Content starts

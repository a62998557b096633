import type { Expr, Line, SetExpr } from './expression.ts';

/** The direct parts of an expression, in reading order. */
export function childrenOf(expr: Expr): readonly Expr[] {
  switch (expr.kind) {
    case 'number':
    case 'letter':
    case 'constant':
    case 'rate':
      return [];
    case 'sum':
      return expr.terms.map((term) => term.expr);
    case 'product':
      return expr.factors;
    case 'quotient':
      return [expr.numerator, expr.denominator];
    case 'power':
      return [expr.base, expr.exponent];
    case 'root':
      return expr.degree ? [expr.degree, expr.radicand] : [expr.radicand];
    case 'call':
    case 'apply':
      return expr.args;
    case 'log':
      return expr.base ? [expr.base, expr.argument] : [expr.argument];
    case 'factorial':
    case 'derivative':
      return [expr.operand];
    case 'binomial':
      return [expr.top, expr.bottom];
    case 'series':
      return [expr.from, expr.to, expr.body];
    case 'integral':
      return expr.from && expr.to ? [expr.from, expr.to, expr.integrand] : [expr.integrand];
    case 'evaluated':
      return expr.from ? [expr.operand, expr.from, expr.to] : [expr.operand, expr.to];
    case 'limit':
      return [expr.to, expr.operand];
    case 'matrix':
      return expr.rows.flat();
  }
}

/** A copy in which every direct part is replaced; the order of the calls is that of `childrenOf`. */
export function mapChildren(expr: Expr, change: (part: Expr) => Expr): Expr {
  switch (expr.kind) {
    case 'number':
    case 'letter':
    case 'constant':
    case 'rate':
      return expr;
    case 'sum':
      return { ...expr, terms: expr.terms.map((term) => ({ ...term, expr: change(term.expr) })) };
    case 'product':
      return { ...expr, factors: expr.factors.map(change) };
    case 'quotient':
      return { ...expr, numerator: change(expr.numerator), denominator: change(expr.denominator) };
    case 'power':
      return { ...expr, base: change(expr.base), exponent: change(expr.exponent) };
    case 'root':
      return { ...expr, degree: expr.degree && change(expr.degree), radicand: change(expr.radicand) };
    case 'call':
    case 'apply':
      return { ...expr, args: expr.args.map(change) };
    case 'log':
      return { ...expr, base: expr.base && change(expr.base), argument: change(expr.argument) };
    case 'factorial':
    case 'derivative':
      return { ...expr, operand: change(expr.operand) };
    case 'binomial':
      return { ...expr, top: change(expr.top), bottom: change(expr.bottom) };
    case 'series':
      return { ...expr, from: change(expr.from), to: change(expr.to), body: change(expr.body) };
    case 'integral':
      return {
        ...expr,
        from: expr.from && change(expr.from),
        to: expr.to && change(expr.to),
        integrand: change(expr.integrand),
      };
    case 'evaluated':
      return {
        ...expr,
        operand: change(expr.operand),
        from: expr.from && change(expr.from),
        to: change(expr.to),
      };
    case 'limit':
      return { ...expr, to: change(expr.to), operand: change(expr.operand) };
    case 'matrix':
      return { ...expr, rows: expr.rows.map((row) => row.map(change)) };
  }
}

/** Rebuilds from the leaves up: `change` sees each node after its parts were changed. */
export function mapExpr(expr: Expr, change: (node: Expr) => Expr): Expr {
  return change(mapChildren(expr, (part) => mapExpr(part, change)));
}

/** The expressions that a line states something about, in reading order. */
export function exprsOf(line: Line): readonly Expr[] {
  switch (line.kind) {
    case 'expression':
      return [line.expr];
    case 'relation':
      return [line.left, line.right];
    case 'chain':
    case 'continuation':
      return line.members;
    case 'any':
    case 'all':
      return line.parts.flatMap(exprsOf);
    case 'membership':
      return line.letter ? [line.letter, ...exprsOfSet(line.set)] : exprsOfSet(line.set);
    case 'none':
    case 'always':
      return [];
    case 'definition':
      return [line.value];
  }
}

/** The expressions that a set is written with. */
export function exprsOfSet(set: SetExpr): readonly Expr[] {
  switch (set.kind) {
    case 'finite':
      return set.items;
    case 'interval':
      return [set.from, set.to].filter((end) => end !== null);
    case 'union':
    case 'intersection':
      return set.parts.flatMap(exprsOfSet);
    case 'without':
      return [...exprsOfSet(set.from), ...exprsOfSet(set.removed)];
    default:
      return [];
  }
}

/** A copy of the line with each of its expressions replaced. */
export function mapLine(line: Line, change: (expr: Expr) => Expr): Line {
  switch (line.kind) {
    case 'expression':
      return { ...line, expr: change(line.expr) };
    case 'relation':
      return { ...line, left: change(line.left), right: change(line.right) };
    case 'chain':
    case 'continuation':
      return { ...line, members: line.members.map(change) };
    case 'any':
    case 'all':
      return { ...line, parts: line.parts.map((part) => mapLine(part, change)) };
    case 'membership':
      return { ...line, letter: line.letter && change(line.letter), set: mapSet(line.set, change) };
    case 'none':
    case 'always':
      return line;
    case 'definition':
      return { ...line, value: change(line.value) };
  }
}

function mapSet(set: SetExpr, change: (expr: Expr) => Expr): SetExpr {
  switch (set.kind) {
    case 'finite':
      return { ...set, items: set.items.map(change) };
    case 'interval':
      return { ...set, from: set.from && change(set.from), to: set.to && change(set.to) };
    case 'union':
    case 'intersection':
      return { ...set, parts: set.parts.map((part) => mapSet(part, change)) };
    case 'without':
      return { ...set, from: mapSet(set.from, change), removed: mapSet(set.removed, change) };
    default:
      return set;
  }
}

/** Number of nodes, the root counted. */
export function countNodes(expr: Expr): number {
  return childrenOf(expr).reduce((count, part) => count + countNodes(part), 1);
}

Content ends

→ **Problem to solve**: Repeat the whole of the data verbatim, as it reads above.

→ **The answer**:
repository a62998557b096633
import type { Expr, Line, SetExpr } from './expression.ts';

/** The direct parts of an expression, in reading order. */
export function childrenOf(expr: Expr): readonly Expr[] {
  switch (expr.kind) {
    case 'number':
    case 'letter':
    case 'constant':
    case 'rate':
      return [];
    case 'sum':
      return expr.terms.map((term) => term.expr);
    case 'product':
      return expr.factors;
    case 'quotient':
      return [expr.numerator, expr.denominator];
    case 'power':
      return [expr.base, expr.exponent];
    case 'root':
      return expr.degree ? [expr.degree, expr.radicand] : [expr.radicand];
    case 'call':
    case 'apply':
      return expr.args;
    case 'log':
      return expr.base ? [expr.base, expr.argument] : [expr.argument];
    case 'factorial':
    case 'derivative':
      return [expr.operand];
    case 'binomial':
      return [expr.top, expr.bottom];
    case 'series':
      return [expr.from, expr.to, expr.body];
    case 'integral':
      return expr.from && expr.to ? [expr.from, expr.to, expr.integrand] : [expr.integrand];
    case 'evaluated':
      return expr.from ? [expr.operand, expr.from, expr.to] : [expr.operand, expr.to];
    case 'limit':
      return [expr.to, expr.operand];
    case 'matrix':
      return expr.rows.flat();
  }
}

/** A copy in which every direct part is replaced; the order of the calls is that of `childrenOf`. */
export function mapChildren(expr: Expr, change: (part: Expr) => Expr): Expr {
  switch (expr.kind) {
    case 'number':
    case 'letter':
    case 'constant':
    case 'rate':
      return expr;
    case 'sum':
      return { ...expr, terms: expr.terms.map((term) => ({ ...term, expr: change(term.expr) })) };
    case 'product':
      return { ...expr, factors: expr.factors.map(change) };
    case 'quotient':
      return { ...expr, numerator: change(expr.numerator), denominator: change(expr.denominator) };
    case 'power':
      return { ...expr, base: change(expr.base), exponent: change(expr.exponent) };
    case 'root':
      return { ...expr, degree: expr.degree && change(expr.degree), radicand: change(expr.radicand) };
    case 'call':
    case 'apply':
      return { ...expr, args: expr.args.map(change) };
    case 'log':
      return { ...expr, base: expr.base && change(expr.base), argument: change(expr.argument) };
    case 'factorial':
    case 'derivative':
      return { ...expr, operand: change(expr.operand) };
    case 'binomial':
      return { ...expr, top: change(expr.top), bottom: change(expr.bottom) };
    case 'series':
      return { ...expr, from: change(expr.from), to: change(expr.to), body: change(expr.body) };
    case 'integral':
      return {
        ...expr,
        from: expr.from && change(expr.from),
        to: expr.to && change(expr.to),
        integrand: change(expr.integrand),
      };
    case 'evaluated':
      return {
        ...expr,
        operand: change(expr.operand),
        from: expr.from && change(expr.from),
        to: change(expr.to),
      };
    case 'limit':
      return { ...expr, to: change(expr.to), operand: change(expr.operand) };
    case 'matrix':
      return { ...expr, rows: expr.rows.map((row) => row.map(change)) };
  }
}

/** Rebuilds from the leaves up: `change` sees each node after its parts were changed. */
export function mapExpr(expr: Expr, change: (node: Expr) => Expr): Expr {
  return change(mapChildren(expr, (part) => mapExpr(part, change)));
}

/** The expressions that a line states something about, in reading order. */
export function exprsOf(line: Line): readonly Expr[] {
  switch (line.kind) {
    case 'expression':
      return [line.expr];
    case 'relation':
      return [line.left, line.right];
    case 'chain':
    case 'continuation':
      return line.members;
    case 'any':
    case 'all':
      return line.parts.flatMap(exprsOf);
    case 'membership':
      return line.letter ? [line.letter, ...exprsOfSet(line.set)] : exprsOfSet(line.set);
    case 'none':
    case 'always':
      return [];
    case 'definition':
      return [line.value];
  }
}

/** The expressions that a set is written with. */
export function exprsOfSet(set: SetExpr): readonly Expr[] {
  switch (set.kind) {
    case 'finite':
      return set.items;
    case 'interval':
      return [set.from, set.to].filter((end) => end !== null);
    case 'union':
    case 'intersection':
      return set.parts.flatMap(exprsOfSet);
    case 'without':
      return [...exprsOfSet(set.from), ...exprsOfSet(set.removed)];
    default:
      return [];
  }
}

/** A copy of the line with each of its expressions replaced. */
export function mapLine(line: Line, change: (expr: Expr) => Expr): Line {
  switch (line.kind) {
    case 'expression':
      return { ...line, expr: change(line.expr) };
    case 'relation':
      return { ...line, left: change(line.left), right: change(line.right) };
    case 'chain':
    case 'continuation':
      return { ...line, members: line.members.map(change) };
    case 'any':
    case 'all':
      return { ...line, parts: line.parts.map((part) => mapLine(part, change)) };
    case 'membership':
      return { ...line, letter: line.letter && change(line.letter), set: mapSet(line.set, change) };
    case 'none':
    case 'always':
      return line;
    case 'definition':
      return { ...line, value: change(line.value) };
  }
}

function mapSet(set: SetExpr, change: (expr: Expr) => Expr): SetExpr {
  switch (set.kind) {
    case 'finite':
      return { ...set, items: set.items.map(change) };
    case 'interval':
      return { ...set, from: set.from && change(set.from), to: set.to && change(set.to) };
    case 'union':
    case 'intersection':
      return { ...set, parts: set.parts.map((part) => mapSet(part, change)) };
    case 'without':
      return { ...set, from: mapSet(set.from, change), removed: mapSet(set.removed, change) };
    default:
      return set;
  }
}

/** Number of nodes, the root counted. */
export function countNodes(expr: Expr): number {
  return childrenOf(expr).reduce((count, part) => count + countNodes(part), 1);
}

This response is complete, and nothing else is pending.